Joining V$PQ_TQSTAT to PLAN_TABLE output

When optimizing parallel execution, we have a couple oof sources of information, perhaps most importantly:

The parallel execution plan as revealed by EXPLAIN PLAN and DBMS_XPLAN
The data flows between each set of parallel processes as revealed by V$PQ_TQSTAT

The execution plan allows us to identify any serial bottlenecks in an otherwise parallelized plan, usually revealed by PARALLEL_FROM_SERIAL or S->P values in either the OTHER_TAG of the PLAN_TABLE or in the IN-OUT column of DBMS_XPLAN.

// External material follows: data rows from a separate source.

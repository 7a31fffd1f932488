import { and, asc, eq, inArray, sql } from 'drizzle-orm';
import { speciesCatalogue, findSpecies } from '@shared/livestock/catalogue';
import { companySpeciesPrefix, type SpeciesEntry, type SpeciesQuery } from '@shared/schemas/livestock';
import type { speciesInput } from '@shared/schemas/species';
import { careProfile, type Species } from '@shared/livestock/species';
import type { z } from 'zod';
import type { Db } from '../db/client';
import { companySpecies } from '../db/schema/index';
import { conflict, notFound } from '../lib/http-error';
import type { Actor } from './actors';

type CompanySpeciesRow = typeof companySpecies.$inferSelect;

const uuidPattern = /^[0-9a-f]{8}-[0-9a-f]{4}-[0-9a-f]{4}-[0-9a-f]{4}-[0-9a-f]{12}$/;

const catalogueEntries: readonly SpeciesEntry[] = speciesCatalogue.map((entry) => ({
  ...entry,
  source: 'catalogue' as const,
}));

export function companySpeciesId(rowId: string): string {
  return `${companySpeciesPrefix}${rowId}`;
}

/** The row id inside a company species id, or null for a catalogue id. */
export function companySpeciesRowId(speciesId: string): string | null {
  if (!speciesId.startsWith(companySpeciesPrefix)) return null;
  const rowId = speciesId.slice(companySpeciesPrefix.length);
  return uuidPattern.test(rowId) ? rowId : null;
}

function fromRow(row: CompanySpeciesRow): SpeciesEntry {
  return {
    id: companySpeciesId(row.id),
    commonName: row.commonName,
    scientificName: row.scientificName,
    ...(row.family ? { family: row.family } : {}),
    // Written through the same schema, so reading it back through it only fills defaults.
    profile: careProfile.parse(row.profile),
    source: 'company',
  };
}

/** Best match first: the name starts with the words, then a word starts with them, then anywhere. */
function rank(entry: Species, q: string): number {
  const names = [entry.commonName.toLowerCase(), entry.scientificName.toLowerCase()];
  if (names.some((name) => name.startsWith(q))) return 0;
  if (names.some((name) => name.split(/[\s-]+/).some((word) => word.startsWith(q)))) return 1;
  if (names.some((name) => name.includes(q))) return 2;
  return -1;
}

export async function searchSpecies(db: Db, actor: Actor, query: SpeciesQuery): Promise<SpeciesEntry[]> {
  const own = (
    await db
      .select()
      .from(companySpecies)
      .where(eq(companySpecies.companyId, actor.companyId))
      .orderBy(asc(companySpecies.commonName))
  ).map(fromRow);
  const q = query.q?.toLowerCase() ?? '';
  return [...own, ...catalogueEntries]
    .filter((entry) => !query.waterType || entry.profile.waterTypes.includes(query.waterType))
    .filter((entry) => !query.group || entry.profile.group === query.group)
    .map((entry) => ({ entry, rank: q ? rank(entry, q) : 0 }))
    .filter(({ rank }) => rank >= 0)
    .sort((a, b) => a.rank - b.rank || a.entry.commonName.localeCompare(b.entry.commonName, 'en'))
    .slice(0, query.limit)
    .map(({ entry }) => entry);
}

/** Species by id as this company sees them: the catalogue plus its own, never another company's. */
export async function resolveSpecies(
  db: Db,
  companyId: string,
  ids: string[],
): Promise<Map<string, SpeciesEntry>> {
  const found = new Map<string, SpeciesEntry>();
  const rowIds: string[] = [];
  for (const id of new Set(ids)) {
    const rowId = companySpeciesRowId(id);
    if (rowId) rowIds.push(rowId);
    else {
      const entry = findSpecies(id);
      if (entry) found.set(id, { ...entry, source: 'catalogue' });
    }
  }
  if (rowIds.length > 0) {
    const rows = await db
      .select()
      .from(companySpecies)
      .where(and(inArray(companySpecies.id, rowIds), eq(companySpecies.companyId, companyId)));
    for (const row of rows) found.set(companySpeciesId(row.id), fromRow(row));
  }
  return found;
}

export async function getSpecies(db: Db, actor: Actor, speciesId: string): Promise<SpeciesEntry> {
  const entry = (await resolveSpecies(db, actor.companyId, [speciesId])).get(speciesId);
  if (!entry) throw notFound('species');
  return entry;
}

export async function createCompanySpecies(
  db: Db,
  actor: Actor,
  input: z.output<typeof speciesInput>,
): Promise<SpeciesEntry> {
  const scientific = input.scientificName.toLowerCase();
  const inCatalogue = speciesCatalogue.find((entry) => entry.scientificName.toLowerCase() === scientific);
  if (inCatalogue) {
    throw conflict(
      'species_in_catalogue',
      `${input.scientificName} is already in the catalogue as the ${inCatalogue.commonName}.`,
    );
  }
  const [existing] = await db
    .select({ id: companySpecies.id })
    .from(companySpecies)
    .where(
      and(
        eq(companySpecies.companyId, actor.companyId),
        sql`lower(${companySpecies.scientificName}) = ${scientific}`,
      ),
    );
  const alreadyAdded = () =>
    conflict('species_exists', `Your company has already added ${input.scientificName}.`);
  if (existing) throw alreadyAdded();
  const [row] = await db
    .insert(companySpecies)
    .values({
      companyId: actor.companyId,
      commonName: input.commonName,
      scientificName: input.scientificName,
      family: input.family ?? null,
      profile: input.profile,
    })
    // Two staff adding the same species at once: the unique index decides, not a 500.
    .onConflictDoNothing({ target: [companySpecies.companyId, companySpecies.scientificName] })
    .returning();
  if (!row) throw alreadyAdded();
  return fromRow(row);
}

V$PQ_TQSTAT shows us the number of rows sent between each sets of parallel slaves. This helps determine if the work is being evenly divided between parallel slaves. Skew in the data can result in some slaves being over worked while others are underutilized. The result is that the query doesn’t scale well as parallel slaves are added.

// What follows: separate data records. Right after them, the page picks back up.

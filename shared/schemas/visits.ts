import { z } from 'zod';
import { distinctList } from '@shared/lists/distinct';
import { speciesId } from '@shared/livestock/species';
import { manualReadingInput } from '@shared/schemas/readings';
import { calendarDay, pastInstant } from '@shared/time/plausible';
import type { WaterType } from '@shared/parameters/water-types';
import {
  visitKindLabels,
  visitKinds,
  visitStatusLabels,
  visitStatuses,
  type VisitKind,
  type VisitStatus,
} from '@shared/visits/kinds';

/*
 * Service visits: the schedule and the report a technician writes at the tank. The report is one
 * document saved as it is typed (a draft with a version number) and published when the visit is
 * done; readings and livestock changes in it are applied to the tank when it is published.
 */

export const visitIdParams = z.object({ visitId: z.uuid() });

// The domain values live below the schemas; they are re-exported for the schemas' existing readers.
export { visitKindLabels, visitKinds, visitStatusLabels, visitStatuses, type VisitKind, type VisitStatus };
export const visitKind = z.enum(visitKinds);
export const visitStatus = z.enum(visitStatuses);

/** What a technician typically does on a service visit (common practice in the trade). */
export const visitTasks = [
  'water-test',
  'water-change',
  'skimmer-cup',
  'filter-media',
  'glass',
  'dosing-refill',
  'equipment-check',
  'livestock',
  'aquascape',
  'cables',
] as const;
export const visitTask = z.enum(visitTasks);
export type VisitTask = z.infer<typeof visitTask>;

export const visitTaskLabels: Readonly<Record<VisitTask, string>> = {
  'water-test': 'Tested the water',
  'water-change': 'Water change',
  'skimmer-cup': 'Emptied and cleaned the skimmer cup',
  'filter-media': 'Changed filter socks, floss or media',
  glass: 'Cleaned the glass',
  'dosing-refill': 'Refilled dosing containers',
  'equipment-check': 'Checked the equipment',
  livestock: 'Added, moved or removed livestock',
  aquascape: 'Rockwork and aquascape',
  cables: 'Tidied and labelled cables and power boards',
};

export const equipmentCheckStates = ['ok', 'needs-attention', 'replaced'] as const;
export const equipmentCheckState = z.enum(equipmentCheckStates);
export type EquipmentCheckState = z.infer<typeof equipmentCheckState>;
export const equipmentCheckStateLabels: Readonly<Record<EquipmentCheckState, string>> = {
  ok: 'OK',
  'needs-attention': 'Needs attention',
  replaced: 'Replaced',
};

export const photoPhases = ['before', 'after'] as const;
export const photoPhase = z.enum(photoPhases);
export type PhotoPhase = z.infer<typeof photoPhase>;

const note = (max: number) => z.string().trim().max(max);

/**
 * A water change as entered: the percentage and the litres travel together (the screen computes
 * each from the other with the tank's display + sump volume); the service checks that the litres
 * fit in the system.
 */
export const waterChangeEntry = z.object({
  percent: z.number().gt(0, 'a water change is more than 0 %').max(100, 'at most 100 %'),
  litres: z.number().gt(0, 'a water change is more than 0 litres').max(100_000),
  /** Salinity of the new water, in ppt (practical salinity), when it is saltwater. */
  newSalinityPpt: z.number().min(0, 'at least 0 ppt').max(45, 'at most 45 ppt').nullable().optional(),
});
export type WaterChangeEntry = z.infer<typeof waterChangeEntry>;

export const dosingRefill = z.object({
  container: z.string().trim().min(1, 'say which container').max(120),
  amountMl: z.number().gt(0, 'more than 0 ml').max(100_000, 'at most 100 litres'),
});

export const equipmentCheck = z.object({
  equipmentId: z.uuid(),
  state: equipmentCheckState,
  note: note(500).optional(),
});

export const livestockChange = z.discriminatedUnion('action', [
  z.object({
    action: z.literal('add'),
    speciesId,
    quantity: z.int().min(1, 'at least 1').max(1000),
    nickname: note(80).optional(),
    placement: note(120).optional(),
    /** The compatibility warnings were read and accepted; without it a warning refuses publishing. */
    acknowledgeWarnings: z.boolean().optional(),
  }),
  z.object({ action: z.literal('remove'), livestockId: z.uuid(), note: note(500).optional() }),
  z.object({ action: z.literal('move'), livestockId: z.uuid(), placement: note(120).min(1, 'say where to') }),
]);
export type LivestockChange = z.infer<typeof livestockChange>;

export const reportPhoto = z.object({ photoId: z.uuid(), phase: photoPhase });

/** "HH:MM" on a 24-hour clock. */
export const wallTime = z.string().regex(/^([01]\d|2[0-3]):[0-5]\d$/, 'use a time as HH:MM');

export const nextVisitEntry = z
  .object({ date: calendarDay, startTime: wallTime, endTime: wallTime })
  .refine((v) => v.endTime > v.startTime, { path: ['endTime'], message: 'ends after it starts' });
export type NextVisitEntry = z.infer<typeof nextVisitEntry>;

/** Hundredths are the finest quantity a line can bill (shared/billing/money.ts). */
const inHundredths = (value: number) => Math.abs(value * 100 - Math.round(value * 100)) < 1e-6;

export const itemUsed = z.object({
  priceItemId: z.uuid(),
  quantity: z
    .number()
    .gt(0, 'more than 0')
    .max(10_000, 'at most 10,000')
    .refine(inHundredths, 'at most two decimals'),
});
export type ItemUsed = z.infer<typeof itemUsed>;

export const maxNotesLength = 20_000;

export const visitReportContent = z
  .object({
    arrivedAt: pastInstant.nullable().default(null),
    departedAt: pastInstant.nullable().default(null),
    tasksDone: distinctList(visitTask, visitTasks.length * 2).default([]),
    waterChange: waterChangeEntry.nullable().default(null),
    dosingRefills: z.array(dosingRefill).max(20).default([]),
    equipmentChecks: z.array(equipmentCheck).max(100).default([]),
    readings: z.array(manualReadingInput).max(50).default([]),
    livestockChanges: z.array(livestockChange).max(50).default([]),
    photos: z.array(reportPhoto).max(30).default([]),
    /** Markdown. */
    notes: z
      .string()
      .max(maxNotesLength, `at most ${maxNotesLength.toLocaleString('en')} characters`)
      .default(''),
    /** Items carried from earlier visits that this visit ticked off. */
    closedItemIds: distinctList(z.uuid(), 100).default([]),
    /** Things to do next time; they appear on the next report's checklist until ticked off. */
    nextItems: z.array(z.string().trim().min(1, 'say what to do').max(300)).max(20).default([]),
    nextVisit: nextVisitEntry.nullable().default(null),
    /** Consumables used and parts fitted, from the company's price list; the invoice is drafted from them. */
    itemsUsed: z.array(itemUsed).max(30).default([]),
  })
  .superRefine((report, ctx) => {
    if (
      report.arrivedAt &&
      report.departedAt &&
      Date.parse(report.departedAt) < Date.parse(report.arrivedAt)
    ) {
      ctx.addIssue({ code: 'custom', path: ['departedAt'], message: 'departure is before arrival' });
    }
    const seen = new Set<string>();
    report.equipmentChecks.forEach((check, index) => {
      if (seen.has(check.equipmentId)) {
        ctx.addIssue({
          code: 'custom',
          path: ['equipmentChecks', index, 'equipmentId'],
          message: 'listed twice',
        });
      }
      seen.add(check.equipmentId);
    });
  });
export type VisitReportContent = z.output<typeof visitReportContent>;
export type VisitReportInput = z.input<typeof visitReportContent>;

export const emptyReport: VisitReportContent = visitReportContent.parse({});

export const saveReportInput = z.object({
  /** The version this edit started from; a stale one is a 409 with the stored report. */
  version: z.int().min(0),
  content: visitReportContent,
});
export type SaveReportInput = z.input<typeof saveReportInput>;

export const publishReportInput = z.object({ version: z.int().min(0) });

export const scheduleVisitInput = z
  .object({
    tankId: z.uuid(),
    kind: visitKind,
    technicianId: z.uuid().nullable().optional(),
    date: calendarDay,
    startTime: wallTime,
    endTime: wallTime,
    /** Routine service only: repeat at the tank's service interval. */
    repeats: z.boolean().default(false),
    note: note(1000).optional(),
  })
  .refine((v) => v.endTime > v.startTime, { path: ['endTime'], message: 'ends after it starts' })
  .refine((v) => !v.repeats || v.kind === 'routine', {
    path: ['repeats'],
    message: 'only routine service repeats',
  });
export type ScheduleVisitInput = z.input<typeof scheduleVisitInput>;

export const updateVisitInput = z
  .object({
    kind: visitKind.optional(),
    technicianId: z.uuid().nullable().optional(),
    date: calendarDay.optional(),
    startTime: wallTime.optional(),
    endTime: wallTime.optional(),
    cancelled: z.boolean().optional(),
    note: note(1000).nullable().optional(),
  })
  .refine(
    (v) =>
      (v.date === undefined) === (v.startTime === undefined) &&
      (v.date === undefined) === (v.endTime === undefined),
    {
      path: ['date'],
      message: 'a new time needs the date, start and end together',
    },
  )
  .refine((v) => !v.startTime || !v.endTime || v.endTime > v.startTime, {
    path: ['endTime'],
    message: 'ends after it starts',
  });
export type UpdateVisitInput = z.input<typeof updateVisitInput>;

export const scheduleQuery = z.object({
  from: calendarDay,
  to: calendarDay,
  /** "me" for the signed-in technician's own visits; admins may name anyone. */
  technicianId: z.union([z.literal('me'), z.uuid()]).optional(),
  tankId: z.uuid().optional(),
});
export type ScheduleQuery = z.infer<typeof scheduleQuery>;

export interface PersonRef {
  id: string;
  name: string;
}

export interface VisitSummary {
  id: string;
  tankId: string;
  tankName: string;
  siteLabel: string | null;
  /** The tank's time zone, which the window's wall times are in. */
  timeZone: string;
  kind: VisitKind;
  status: VisitStatus;
  technician: PersonRef | null;
  windowStart: string;
  windowEnd: string;
  repeats: boolean;
  note: string | null;
  publishedAt: string | null;
  editedAt: string | null;
}

export interface CarriedItem {
  id: string;
  text: string;
  fromVisitId: string;
  openedAt: string;
  closedInVisitId: string | null;
  closedAt: string | null;
}

export interface VisitDetail extends VisitSummary {
  /** The working copy (staff only; owners get null). */
  draft: VisitReportContent | null;
  version: number;
  /** What owners read; null until published. */
  published: VisitReportContent | null;
  publishedBy: PersonRef | null;
  /** Items open on the tank when this report was started, to tick off. */
  carriedItems: CarriedItem[];
  /** The system volume the water change is judged against (display + sump), litres. */
  systemVolumeL: number;
  waterType: WaterType;
  earlierVersions: { version: number; publishedAt: string }[];
  /** Names of the price-list items the report's consumables and parts name (owners cannot read the price list). */
  usedItems: { id: string; name: string; unit: string }[];
}

export interface ReportConflict {
  current: VisitDetail;
}

export interface TankVisits {
  next: VisitSummary | null;
  /** Published reports, newest first; staff also see drafts and the schedule. */
  visits: VisitSummary[];
  lastVisitAt: string | null;
  openItems: CarriedItem[];
}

Unfortunately, V$PQ_TQSTAT output is only visible from within the session which issued the parallel query and only for the most recent query executed. This limits its usefulness in a production environment, but it is still invaluable when tuning parallel queries.
It’s quite hard to correlate the output of DBMS_XPLAN and V$TQ_STAT so I wrote a script that tries to merge the output of both. It generates a plan for the last SQL executed by the session, and then joins that to the V$PQ_TQSTAT data. This is a little tricky, but I think the resulting script will generate useful output in a reasonably wide range of scenarios.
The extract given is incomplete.